*** Given data Section Begins ***

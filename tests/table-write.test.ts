/**
 * Writing plans: CSV (byte-order mark, formula guard, a marked total row),
 * JSON (totals object), .xlsx (numbers as numbers, formats and notes kept,
 * widths, the summary sheet, fixed dates), output columns renamed when a
 * user column has their name, and the file faults (missing or read-only
 * directory, stale temporary files). Expected totals are recomputed here
 * from the rows written (an independent sum); the workbook is also opened
 * with openpyxl, a spreadsheet reader that shares no code with exceljs.
 */
import { afterAll, beforeAll, describe, expect, it } from 'vitest';
import { spawn, spawnSync } from 'child_process';
import { chmodSync, existsSync, mkdirSync, mkdtempSync, readdirSync, readFileSync, rmSync, utimesSync, writeFileSync } from 'fs';
import { tmpdir } from 'os';
import { join } from 'path';
import ExcelJS from 'exceljs';
import { main } from '../src/cli/main';
import type { CommandIO } from '../src/cli/io';
import { OUTPUT_NAMES, planHeaderText } from '../src/plan';
import { parseCsv } from '../src/plan/csv';
import { csvText } from '../src/plan/table/write-csv';
import { zipEntries } from '../src/plan/table/zip';
import { zipQueueLength } from '../src/plan/table/write-xlsx';
import { buildXlsx, rowXml } from './support/xlsx-build';
import { bundle } from './support/bundle';

const dir = mkdtempSync(join(tmpdir(), 'hush-write-'));
afterAll(() => rmSync(dir, { recursive: true, force: true }));
const demo = join(__dirname, '..', 'assets', 'demo-project.csv');
/** The demo's study count (its non-empty rows below the header) and the summary sheet's last study row (studies start on row 5). */
const N = readFileSync(demo, 'utf8').split(/\r?\n/).slice(1).filter((l) => l.trim() !== '').length;
const L = 4 + N;

let n = 0;
function file(name: string, content: string | Buffer): string {
  const f = join(dir, `${n++}-${name}`);
  writeFileSync(f, content);
  return f;
}
function out(name: string): string {
  return join(dir, `${n++}-${name}`);
}

async function run(argv: string[]) {
  const o: string[] = [];
  const e: string[] = [];
  const io: CommandIO = { out: (t) => o.push(t), err: (t) => e.push(t), isTTY: false };
  const code = await main(argv, io);
  return { code, out: o, err: e };
}

const HEAD = ['study', 'dimensions', 'band_short', 'cell', 'cells_x', 'intensity_error'];
const ROW = ['s1', '1', '1550 nm', '50 nm', '100', '1%'];

describe('CSV output', () => {
  it('text that a spreadsheet would evaluate gets a leading apostrophe (common practice against CSV injection); plain numbers do not', async () => {
    // The examples of the issue, and the first characters OWASP's CSV-injection advice lists: = + - @ tab, carriage return.
    const typed = ['=HYPERLINK("http://example.invalid","x")', '@SUM(1)', "+cmd|' /C calc'!A0", '-2+3', '\tx', '\rx', '-2', '+3', '-1e5', '.5', 'plain'];
    expect(typed.map(csvText)).toEqual([
      '\'=HYPERLINK("http://example.invalid","x")',
      "'@SUM(1)",
      "'+cmd|' /C calc'!A0",
      "'-2+3",
      "'\tx",
      "'\rx",
      '-2',
      '+3',
      '-1e5',
      '.5',
      'plain',
    ]);
    const rows = typed.map((t, k) => [`s${k}`, ...ROW.slice(1), t]);
    const lines = [[...HEAD, 'remark'], ...rows].map((r) => r.map((v) => `"${v.replace(/"/g, '""')}"`).join(','));
    const f = file('inject.csv', lines.join('\r\n') + '\r\n');
    const o = out('inject-plan.csv');
    expect((await run(['plan', f, '--out', o])).code).toBe(0);
    const written = parseCsv(readFileSync(o, 'utf8'));
    expect(written.slice(1, 1 + typed.length).map((r) => r[6])).toEqual(typed.map(csvText));
  });
  it("an .xlsx input's text cell that looks like a formula is guarded in the CSV, and stays text in the workbook", async () => {
    const f = file('inject.xlsx', buildXlsx({ sheets: [{ name: 'S', data: rowXml(1, [...HEAD, 'remark']) + rowXml(2, ['=1+1', 1, '1550 nm', '50 nm', 100, 0.01, '@SUM(1)']) }] }));
    const csv = out('x-inject.csv');
    const xlsx = out('x-inject.xlsx');
    expect((await run(['plan', f, '--out', csv])).code).toBe(0);
    expect(parseCsv(readFileSync(csv, 'utf8'))[1].slice(0, 7)).toEqual(["'=1+1", '1', '1550 nm', '50 nm', '100', '0.01', "'@SUM(1)"]);
    expect((await run(['plan', f, '--out', xlsx])).code).toBe(0);
    const wb = new ExcelJS.Workbook();
    await wb.xlsx.readFile(xlsx);
    expect(wb.getWorksheet('plan')!.getCell('A2').value).toBe('=1+1');
  });
  it('is UTF-8 with a byte-order mark, so σ, λ and × read right in a spreadsheet program', async () => {
    const o = out('bom.csv');
    expect((await run(['plan', file('bom-in.csv', `${HEAD.join(',')},remark\r\n${ROW.join(',')},σ λ ×\r\n`), '--out', o])).code).toBe(0);
    const bytes = readFileSync(o);
    expect([...bytes.subarray(0, 3)]).toEqual([0xef, 0xbb, 0xbf]);
    expect(bytes.includes(Buffer.from('σ λ ×', 'utf8'))).toBe(true);
    expect(bytes.includes(Buffer.from('strength [σmax/σopt]', 'utf8'))).toBe(true);
  });
});

describe('totals: the same figures under the table, in the CSV total row, the JSON totals and the summary sheet', () => {
  let csvRows: string[][];
  let header: string[];
  let json: { rows: { outputs: Record<string, number | null> | null; failed: boolean }[]; totals: Record<string, unknown> };
  let stdout: string[];
  const xlsx = join(dir, 'demo-plan.xlsx');
  beforeAll(async () => {
    const csv = join(dir, 'demo-plan.csv');
    const js = join(dir, 'demo-plan.json');
    const r = await run(['plan', demo, '--out', csv]);
    expect(r.code).toBe(0);
    stdout = r.out;
    csvRows = parseCsv(readFileSync(csv, 'utf8'));
    header = csvRows[0];
    expect((await run(['plan', demo, '--out', js])).code).toBe(0);
    json = JSON.parse(readFileSync(js, 'utf8'));
    expect((await run(['plan', demo, '--out', xlsx])).code).toBe(0);
  });
  const sum = (xs: (number | null)[]) => xs.reduce<number>((a, x) => a + (x ?? 0), 0);
  const col = (name: string) => header.findIndex((h) => h.replace(/ \[.*\]$/, '') === name);

  it('the CSV ends with one total row, marked in its study and notes cells, whose cells are the sums of the rows above (memory: the largest)', () => {
    const body = csvRows.slice(1, -1);
    const total = csvRows[csvRows.length - 1];
    expect(body.length).toBe(N);
    expect(total[col('study')]).toBe('total');
    expect(total[col('notes')]).toMatch(new RegExp(`^total of ${N} planned studies; cells absorber share \\d+\\.\\d %; memory is the largest study's \\(Jetty symmetric waveguide \\(half domain\\)\\), .*; not a study row$`));
    for (const name of ['cells_total', 'cells_absorber', 'steps', 'runtime', 'runtime_absorber', 'cost']) {
      const expected = sum(body.map((r) => (r[col(name)] === '' ? null : Number(r[col(name)]))));
      expect(Number(total[col(name)]), name).toBeCloseTo(expected, 9);
    }
    expect(Number(total[col('memory')])).toBe(Math.max(...body.map((r) => Number(r[col('memory')]))));
  });
  it('reading the CSV plan back drops its total row like its output columns: planning it again gives the same file', async () => {
    const again = out('again.csv');
    expect((await run(['plan', join(dir, 'demo-plan.csv'), '--out', again])).code).toBe(0);
    expect(readFileSync(again, 'utf8')).toBe(readFileSync(join(dir, 'demo-plan.csv'), 'utf8'));
  });
  it('the JSON carries a totals object with the same sums and shares', () => {
    const rows = json.rows.filter((r) => !r.failed && r.outputs);
    const o = (k: string) => rows.map((r) => r.outputs![k]);
    const t = json.totals;
    expect(t.studies).toBe(N);
    expect(t.failed).toBe(0);
    expect(t.cells_total).toBe(sum(o('cells_total')));
    expect(t.cells_absorber_share).toBeCloseTo(sum(o('cells_absorber')) / sum(o('cells_total')), 12);
    expect(t.peak_memory_gb).toBe(Math.max(...o('memory').map(Number)));
    expect(t.steps).toBe(sum(o('steps')));
    expect(t.runtime_hours as number).toBeCloseTo(sum(o('runtime')), 9);
    expect(t.runtime_absorber_share as number).toBeCloseTo(sum(o('runtime_absorber')) / sum(o('runtime')), 9);
    expect(t.cost as number).toBeCloseTo(sum(o('cost')), 9);
    expect(t.currencies).toEqual(['$']);
    expect(t.note).toMatch(/planning estimates/);
  });
  it('`hush plan` prints the totals under its table, before the planned/failed line', () => {
    const t = json.totals;
    const line = stdout[stdout.length - 3];
    expect(line.replace(`total: ${N} studies, `, 'total: N studies, ')).toMatch(/^total: N studies, [\d,]+ cells \(absorber \d+\.\d %\), peak memory 1\.061 GB \(Jetty symmetric waveguide \(half domain\); absorber \d+\.\d %\), [\d,]+ steps, .* node-hours \(absorber \d+\.\d %\), runtime .* h \(absorber \d+\.\d %\), cost \$[\d.]+ \(absorber \d+\.\d %\)$/);
    expect(line).toContain(`${(t.cells_total as number).toLocaleString('en-US')} cells`);
    expect(line).toContain(`${(t.steps as number).toLocaleString('en-US')} steps`);
    expect(stdout[stdout.length - 2]).toMatch(new RegExp(`^${N} planned, 0 failed`));
  });
  it('the workbook has a summary sheet: per study and in total, formulas with their values, assumptions beside them, one printed page', async () => {
    const wb = new ExcelJS.Workbook();
    await wb.xlsx.readFile(xlsx);
    expect(wb.worksheets.map((w) => w.name)).toEqual(['plan', 'summary', 'about']);
    const s = wb.getWorksheet('summary')!;
    const headerRow = (s.getRow(4).values as unknown[]).slice(1);
    expect(headerRow.slice(0, 3)).toEqual(['study', 'table row', 'cells']);
    expect(headerRow.slice(13)).toEqual(['nodes', 'throughput [cell updates/s per node]', 'price per node-hour (as typed)', 'precision']);
    const rows = json.rows.filter((r) => !r.failed && r.outputs);
    for (let k = 0; k < N; k++) {
      const r = s.getRow(5 + k);
      expect(r.getCell(3).value).toBe(rows[k].outputs!.cells_total);
      expect(r.getCell(10).value).toBe(rows[k].outputs!.runtime);
    }
    expect(s.getRow(5).getCell(16).value).toBe('$0.40/h');
    const total = s.getRow(5 + N);
    expect(total.getCell(1).value).toBe(`total (${N} studies)`);
    expect(total.getCell(3).value).toEqual({ formula: `SUM(C5:C${L})`, result: json.totals.cells_total });
    expect((total.getCell(5).value as { formula: string }).formula).toBe(`MAX(E5:E${L})`);
    expect((total.getCell(10).value as { result: number }).result).toBeCloseTo(json.totals.runtime_hours as number, 9);
    expect((total.getCell(12).value as { result: number }).result).toBeCloseTo(json.totals.cost as number, 9);
    expect(s.pageSetup).toMatchObject({ fitToPage: true, fitToWidth: 1, fitToHeight: 1, orientation: 'landscape' });
  });
});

*** Given data Section Ends ***

Exercise prompt: Some lines above may hold the word "numbers"; say how many do, giving nothing besides the number.

Response box: 2